Six Questions with Juliann Law

Juliann Law writes and illustrates stories for children. Her debut picture book, The World's Longest Sock, published Nov. 1, 2022.

Juliann freelances and teaches design classes at Salt Lake Community College. She has a B.F.A. in Illustration and worked for nine years as an in-house illustrator and concept artist at an educational software company. She is a member of SCBWI and is a recipient of the illustrator mentorship program from the portfolio showcase.

She has two daughters, a dog, and a husband. She loves to bake, read, garden, take her dog on walks and hunt for vintage kitchenware at estate sales and thrift shops. Juliann grew up in the Great Pacific Northwest and now calls the mountains of Utah her home. Visit Juliann's website to learn more about her and her work.
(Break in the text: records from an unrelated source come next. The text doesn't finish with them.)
def test_attitude_error_changes_ram_area_table_cosine_statistics():
    sig_deg = 2.0
    sig = math.radians(sig_deg)
    g = GeometryConfig(kind="table", area_by_mode_m2={"nominal": 0.03, "max_drag": 0.07, "min_drag": 0.02})
    b = BusConfig("t", 5.0, geometry=g, thruster=None)
    m = ActuatorModel(ActuatorConfig(perfect=False, attitude_sigma_deg=sig_deg), 1, {"s": b}, {}, {})
    sw = m.realise_switches("s", [ModeSwitch(float(k), "max_drag") for k in range(5000)])
    f = np.array([s.area_factor for s in sw])
    assert np.all(f <= 1.0)
    # cos of the ram-axis tilt; small angles: 1 - f ~ tilt^2 / 2 with tilt^2 ~ sigma^2 chi^2_2, so
    # E[1 - f] = sigma^2 and sd(1 - f) = sigma^2 (exponential distribution)
    n = len(f)
    assert abs(np.mean(1 - f) - sig**2) < 3 * sig**2 / math.sqrt(n) + sig**4
    # and the rotation vector drawn has the configured sigma per axis
    eps = np.array([s.attitude_error_rad for s in sw])
    assert np.all(np.abs(eps.std(axis=0, ddof=1) - sig) < 3 * sig / math.sqrt(2 * (n - 1)))


def test_attitude_error_box_factor_matches_projection():
    m = model(ActuatorConfig(perfect=False, attitude_sigma_deg=3.0))
    for s in m.realise_switches("s", [ModeSwitch(float(k), "min_drag") for k in range(20)]):
        a0 = projected_area_m2(BOX, MODES["min_drag"].rotation_xyz_deg)
        a1 = projected_area_m2(BOX, MODES["min_drag"].rotation_xyz_deg, s.attitude_error_rad)
        assert s.attitude_factor == pytest.approx(a1 / a0, rel=1e-14)
        assert s.attitude_factor > 1.0  # a tilted end-on box shows more of its sides


# ------------------------------------------------------------------------------------------
# Bad input
# ------------------------------------------------------------------------------------------


def test_bad_commands_and_config():
    m = model(REALISTIC)
    with pytest.raises(GuidanceInputError) as ei:
        m.execute_impulses("s", [Impulse(0.0, np.array([np.nan, 0.0, 0.0]))])
    assert ei.value.key == "commands.s.impulses[0]"
    with pytest.raises(GuidanceInputError) as ei:
        m.realise_switches("s", [ModeSwitch(0.0, "sideways")])
    assert ei.value.key == "commands.s.mode_switches[0].mode"
    with pytest.raises(ScenarioError) as es:
        model(ActuatorConfig(perfect=False, pointing_sigma_deg=-1.0))
    assert es.value.key == "actuators.pointing_sigma_deg"
    with pytest.raises(ScenarioError):
        model(REALISTIC, prop=6.0)  # more propellant than mass


def test_no_thruster_burns_are_dropped():
    m = model(REALISTIC, b=bus(thruster=None), prop=0.0)
    ex = m.execute_impulses("s", [Impulse(0.0, np.array([0.0, 0.01, 0.0]))])
    assert ex[0].status == "dropped_no_thruster" and m.mass_kg("s") == 5.0
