"""The run log survives concurrent writers, kills, write errors and damage.

Sources: the file lifecycle (lock, exclusive temporaries, atomic rename, checkpoints) is covey's
own design (README "Run log schema", "Run log files"; common practice, no source); rename-over
atomicity and ``O_EXCL`` are POSIX (IEEE Std 1003.1, ``rename()``, ``open()``); ``flock``
semantics (released when the holder dies) are Linux's flock(2) [memory]; CRC-32 is ISO 3309 as
computed by ``zlib.crc32`` (the reference implementation); Fletcher-32 is HDF5's own filter.
"""

from __future__ import annotations

import errno
import os
import subprocess
import sys
import time
from pathlib import Path

import h5py
import numpy as np
import pytest

from sim.errors import EnvironmentSetupError, LogFormatError
from sim.log import container
from sim.log.reader import read_log
from sim.log.recorder import RunRecorder


def _names(folder: Path) -> list[str]:
    return sorted(p.name for p in folder.iterdir())


# ------------------------------------------------------------------------------------------
# one writer per path, exclusive temporaries, atomic replacement
# ------------------------------------------------------------------------------------------


def test_second_writer_refused_before_touching_anything(tmp_path):
    path = tmp_path / "x.h5"
    first = RunRecorder(path)
    first.append("spacecraft/alpha/truth", t_s=np.arange(100.0))
    first.note_progress(99.0, 100)
    first.checkpoint()
    before = {n: (tmp_path / n).read_bytes() for n in _names(tmp_path)}
    with pytest.raises(EnvironmentSetupError, match="being written by another covey run"):
        RunRecorder(path)
    # the refused writer changed no byte of the first one's files
    assert {n: (tmp_path / n).read_bytes() for n in _names(tmp_path)} == before
    first.close("ok")
    log = read_log(path)
    assert log.status == "ok" and np.array_equal(log.spacecraft.alpha.truth.t_s, np.arange(100.0))
    assert _names(tmp_path) == ["x.h5"]  # .part and .lock removed
    # the path is free again once the first writer closed
    RunRecorder(path).close("ok")
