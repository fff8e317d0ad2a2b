"""Samples the judge cannot convert are counted, not silent (covey's own contract; common
practice, no source): a mean-element conversion that fails gives NaN rows, counted in the log
(``/spacecraft/<name>/mean_oe@n_unconverted``) and in the deputy's metrics."""

from __future__ import annotations

import numpy as np

import sim.loop.run
from sim.log.reader import read_log
from sim.scenario.reader import load_scenario


def test_unconverted_samples_are_counted(tmp_path, repo_root, fake_truth, monkeypatch):
    cfg = load_scenario(repo_root / "scenarios" / "demo_formation.toml",
                        {"run.duration_days": 0.25, "deputies[0].deadline_days": 0.2,
                         "deputies[1].deadline_days": 0.2})
    real = sim.loop.run.truth_backend()
    conv = real.mean_elements
    bad_t = {600.0, 1200.0, 7200.0}

    def flaky(t, r, v, epoch):  # the judge fails on three sample times
        out = np.array(conv(t, r, v, epoch), float)
        out[np.isin(np.asarray(t, float), list(bad_t))] = np.nan
        return out

    real.mean_elements = flaky
    monkeypatch.setattr(sim.loop.run, "truth_backend", lambda: real)
    s = sim.loop.run.run_scenario(cfg, tmp_path / "x.h5")
    assert s.status == "ok", s.reason
    log = read_log(s.path)
    for name in log.spacecraft_names:
        assert log.attrs(f"spacecraft/{name}/mean_oe")["n_unconverted"] == 3
    for d in ("beta", "gamma"):
        assert log.attrs(f"metrics/{d}")["n_unconverted_samples"] == 3
        assert np.isnan(log.get(f"spacecraft/{d}/mean_roe_m")).any(axis=1).sum() == 3
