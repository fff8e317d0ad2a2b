"""The covey command: help, exit codes (0 ok, 1 run failed, 2 bad input), one-line errors, default
output location, and (with the JVM) end-to-end runs whose logs are checked.

The end-to-end checks compare the logged mean ROE at t = 0 with the scenario's initial mean ROE
(the issue's acceptance check: within 1 m; Orekit's Eckstein-Hechler mean theory both ways), and
the logged sample grid with the scenario's log_step_s; the rest is covey's own contract (common
practice, no source).
"""

from __future__ import annotations

import io

import numpy as np
import pytest

import sim.cli.demo
import sim.cli.main
import sim.scenario.reader
from sim.cli.common import Progress as _Progress
from sim.cli.main import main
from sim.log.reader import read_log


@pytest.mark.parametrize("argv", [["--help"], ["-h"], ["run", "-h"], ["validate", "--help"],
                                  ["demo", "-h"]])
def test_help(argv, capsys):
    assert main(argv) == 0
    out = capsys.readouterr().out
    assert out.startswith("usage: covey")


def test_usage_errors_exit_2(capsys, repo_root):
    assert main([]) == 2
    assert main(["fly"]) == 2
    assert main(["run"]) == 2
    assert main(["validate", str(repo_root / "scenarios/demo_drift.toml"), "--set", "novalue"]) == 2
    assert "expected KEY=VALUE" in capsys.readouterr().err


def test_run_with_fake_truth(tmp_path, repo_root, fake_truth, capsys):
    out = tmp_path / "a" / "run.h5"
    code = main(["run", str(repo_root / "scenarios/ideal_pair.toml"), "-o", str(out),
                 "--set", "run.duration_s=3600"])
    cap = capsys.readouterr()
    assert code == 0, cap.err
    lines = cap.out.strip().splitlines()
    assert len(lines) == 1 and lines[0].startswith("ok: ideal_pair") and str(out) in lines[0]
    log = read_log(out)
    assert log.status == "ok" and len(log.spacecraft.alpha.truth.t_s) == 3600 // 30 + 1
    assert log.meta["overrides_json"] == '{"run.duration_s": 3600}'


def test_demo_default_output_in_results(tmp_path, monkeypatch, fake_truth, capsys):
    monkeypatch.chdir(tmp_path)
    assert main(["demo", "--set", "run.duration_s=5400", "--law", "hybrid_single"]) == 0
    out = capsys.readouterr().out
    log_path = tmp_path / "results" / "demo_formation_hybrid_single.h5"
    assert log_path.exists() and str(log_path.relative_to(tmp_path)) in out
    assert "hybrid_single" in out and "a dlambda err [m]" in out  # the comparison table
    assert read_log(log_path).spacecraft_names == ["alpha", "beta", "gamma"]
    (tmp_path / "logs").mkdir()
    assert main(["demo", "-o", "logs", "--set", "run.duration_s=600", "--law", "propulsion_only"]) == 0
    assert (tmp_path / "logs" / "demo_formation_propulsion_only.h5").exists()


def test_failed_run_exit_1_one_line(tmp_path, repo_root, fake_truth, capsys):
    fake_truth.fail_at_s = 600.0
    code = main(["run", str(repo_root / "scenarios/ideal_pair.toml"), "-o", str(tmp_path / "f.h5")])
    err = capsys.readouterr().err
    assert code == 1 and "Traceback" not in err
    assert err.strip().splitlines() == ["covey: truth propagation of 'alpha' failed at t = 600.0 s: "
                                        "fake failure"]
    assert read_log(tmp_path / "f.h5").status == "failed"


def test_unexpected_error_one_line_and_debug(tmp_path, repo_root, fake_truth, capsys, monkeypatch):
    def broken(self, t_s):
        raise ZeroDivisionError("division by zero in a fake")

    monkeypatch.setattr(fake_truth, "advance_to", broken)
    argv = ["run", str(repo_root / "scenarios/ideal_pair.toml"), "-o", str(tmp_path / "u.h5")]
    assert main(argv) == 1
    err = capsys.readouterr().err
    assert "Traceback" not in err and "COVEY_DEBUG=1" in err and "ZeroDivisionError" in err
    assert len(err.strip().splitlines()) == 1
    monkeypatch.setenv("COVEY_DEBUG", "1")
    assert main(argv) == 1
    assert "Traceback" in capsys.readouterr().err

    def boom(*a, **k):
        raise RuntimeError("unexpected")

    monkeypatch.delenv("COVEY_DEBUG")
    monkeypatch.setattr("sim.scenario.reader.load_scenario", boom)
    assert main(argv) == 1
    err = capsys.readouterr().err
    assert "unexpected error: RuntimeError" in err and "Traceback" not in err


def test_bad_orekit_data_and_unwritable_output_exit_2(tmp_path, repo_root, fake_truth, capsys,
                                                      monkeypatch):
    sc = str(repo_root / "scenarios/ideal_pair.toml")
    assert main(["run", sc, "--orekit-data", str(tmp_path / "none")]) == 2
    assert "not found" in capsys.readouterr().err
    monkeypatch.setenv("COVEY_OREKIT_DATA", str(tmp_path / "none"))
    assert main(["validate", sc]) == 2
    monkeypatch.delenv("COVEY_OREKIT_DATA")
    blocker = tmp_path / "file"
    blocker.write_text("x")
    assert main(["run", sc, "-o", str(blocker / "sub" / "x.h5")]) == 2
    assert "cannot write the run log" in capsys.readouterr().err


def test_progress_bar_text():
    buf = io.StringIO()
    p = _Progress(stream=buf, width=10)
    p.start()
    p(0.0, 86400.0)
    p(43200.0, 86400.0)
    p(86400.0, 86400.0)
    p.done()
    text = buf.getvalue()
    assert "[#####.....]  50.0 %" in text and "[##########] 100.0 %" in text
    assert text.endswith("\n")


# ------------------------------------------------------------------------------------------
# End to end with the real truth world (JVM)
# ------------------------------------------------------------------------------------------


@pytest.mark.orekit
def test_covey_demo_short_end_to_end(tmp_path, monkeypatch, capsys):
    monkeypatch.chdir(tmp_path)
    code = main(["demo", "--set", "run.duration_days=0.2", "--law", "hybrid_resolve"])
    cap = capsys.readouterr()
    assert code == 0, cap.err
    path = tmp_path / "results" / "demo_formation_hybrid_resolve.h5"
    assert str(path.relative_to(tmp_path)) in cap.out and path.exists()
    log = read_log(path)
    assert log.status == "ok" and log.meta["orekit_version"] not in ("", "unknown")
    assert log.meta["java_version"] and len(log.get("meta/data_files/path")) > 0
    cfg = sim.scenario.reader.load_scenario(sim.cli.demo.demo_scenario_path())
    for sc in cfg.spacecraft:
        tr = log[f"spacecraft/{sc.name}/truth"]
        t = tr.t_s
        assert np.allclose(np.diff(t), cfg.log_step_s) and t[0] == 0.0
        assert t[-1] == pytest.approx(0.2 * 86400.0)
        assert tr.r_eci_m.shape == (len(t), 3) and tr.v_eci_mps.shape == (len(t), 3)
        r = np.linalg.norm(tr.r_eci_m, axis=1)
        assert np.all((r > 6.7e6) & (r < 7.0e6))
        assert np.all(tr.density_kgpm3 > 0) and np.all(tr.drag_area_m2 > 0)
        modes = log.attrs(f"spacecraft/{sc.name}/truth/mode_index")["mode_names"]
        if sc.name == cfg.chief.name:  # deputies may be commanded to switch at t = 0
            assert modes[int(tr.mode_index[0])] == sc.initial_mode
        a = log.get(f"spacecraft/{sc.name}/mean_oe/a_m")
        assert abs(a[0] - cfg.chief.orbit.a_m) < 50.0 + (abs(sc.roe_m[0]) if sc.roe_m else 0)
        if sc.roe_m is not None:
            roe = log.get(f"spacecraft/{sc.name}/mean_roe_m")
            # initial mean ROE read back within 1 m (the scenario contract: orbits are mean elements)
            assert np.all(np.abs(roe[0] - np.array(sc.roe_m)) < 1.0), roe[0]


@pytest.mark.orekit
def test_covey_run_ideal_pair_short(tmp_path, repo_root, capsys):
    out = tmp_path / "pair.h5"
    code = main(["run", str(repo_root / "scenarios/ideal_pair.toml"), "-o", str(out),
                 "--set", "run.duration_days=0.1"])
    cap = capsys.readouterr()
    assert code == 0, cap.err
    assert cap.out.startswith("ok: ideal_pair") and len(cap.out.strip().splitlines()) == 1
    log = read_log(out)
    assert log.get("spacecraft/beta/mean_roe_m").shape == (len(log.spacecraft.beta.truth.t_s), 6)
    # max-drag beta carries a larger area than min-drag alpha (ideal_pair.toml table)
    assert np.all(log.spacecraft.beta.truth.drag_area_m2 > log.spacecraft.alpha.truth.drag_area_m2)


@pytest.mark.orekit
def test_every_scenario_file_flies(tmp_path, scenario_paths, capsys):
    """Each example flies a short stretch (one partial guidance cycle) with the real truth."""
    for p in scenario_paths:
        out = tmp_path / f"{p.stem}.h5"
        code = main(["run", str(p), "-o", str(out), "--set", "run.duration_days=0.02", "-q"])
        cap = capsys.readouterr()
        assert code == 0, (p, cap.err)
        log = read_log(out)
        cfg = sim.scenario.reader.load_scenario(p)
        assert log.status == "ok" and log.spacecraft_names == [sc.name for sc in cfg.spacecraft]
        t = log.get(f"spacecraft/{cfg.chief.name}/truth/t_s")
        T = 0.02 * 86400.0
        assert t[-1] == pytest.approx(np.floor(T / cfg.log_step_s + 1e-9) * cfg.log_step_s)
        assert np.allclose(np.diff(t), cfg.log_step_s)
        for d in cfg.deputies:
            roe = log.get(f"spacecraft/{d.name}/mean_roe_m")
            assert np.all(np.isfinite(roe))
            if d.roe_m is not None:
                assert np.all(np.abs(roe[0] - np.array(d.roe_m)) < 1.0), (p, d.name, roe[0])


def test_guidance_input_error_during_run_is_bad_input(tmp_path, repo_root, fake_truth, capsys,
                                                      monkeypatch):
    from guidance.interface import GuidanceInputError

    def refuse(self, t_s):
        raise GuidanceInputError("guidance.settings.tolerance_m", -1.0, "a number > 0 (m)")

    monkeypatch.setattr(fake_truth, "advance_to", refuse)
    code = main(["run", str(repo_root / "scenarios/ideal_pair.toml"), "-o", str(tmp_path / "g.h5")])
    err = capsys.readouterr().err
    assert code == 2 and err.strip().splitlines() == [
        "covey: guidance.settings.tolerance_m = -1.0: a number > 0 (m)"]
    assert read_log(tmp_path / "g.h5").status == "failed"


def test_a_user_law_that_fails_to_import_keeps_its_traceback_under_debug(tmp_path, repo_root, monkeypatch, capsys):
    # covey's own contract (common practice, no source): one line without COVEY_DEBUG, the
    # law module's own traceback with it
    (tmp_path / "broken_law_mod.py").write_text("import numpy\nraise RuntimeError('law module broke here')\n")
    monkeypatch.syspath_prepend(str(tmp_path))
    args = ["validate", str(repo_root / "scenarios" / "demo_formation.toml"),
            "--set", "guidance.law=broken_law_mod:Law"]
    monkeypatch.delenv("COVEY_DEBUG", raising=False)
    assert sim.cli.main.main(args) == 2
    err = capsys.readouterr().err
    assert "law module broke here" in err and "Traceback" not in err
    monkeypatch.setenv("COVEY_DEBUG", "1")
    assert sim.cli.main.main(args) == 2
    err = capsys.readouterr().err
    assert "Traceback" in err and "broken_law_mod.py" in err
1. Did you have a favorite teacher when you were a child? What made them so special?

I had wonderful teachers. In first grade, Miss Tietjen showed us how to bind pages of our stories together like a real book. I made hundreds of books after that. In third grade, with Mr. Clingon, I won a young authors contest and got to go to an all-day conference where I learned from real authors and illustrators and realized it was something grown-ups could do for a living! I met Steven Kellogg, among others, that day and have wanted to be an author/illustrator ever since.

But if you ask me about special staff members of my school growing up, my absolute favorite was Craig the Janitor. He made school magical. On good days, we would walk into the classroom, and he would have drawn something silly and wonderful and surprising on the chalkboard the night before. He had a set of characters he would draw that I can still see in my head. On days when he would wash the blackboard, that’s when he’d really go all out and leave a masterpiece on that clean, fresh board. Maybe at his request, most of my teachers pretended like it was elves or someone mysterious drawing on the boards, but I put two and two together and figured it out. I loved those magical, surprise chalkboard drawings. Thank you, Craig the Janitor!

2. What one piece of advice would you like to give to aspiring kidlit authors?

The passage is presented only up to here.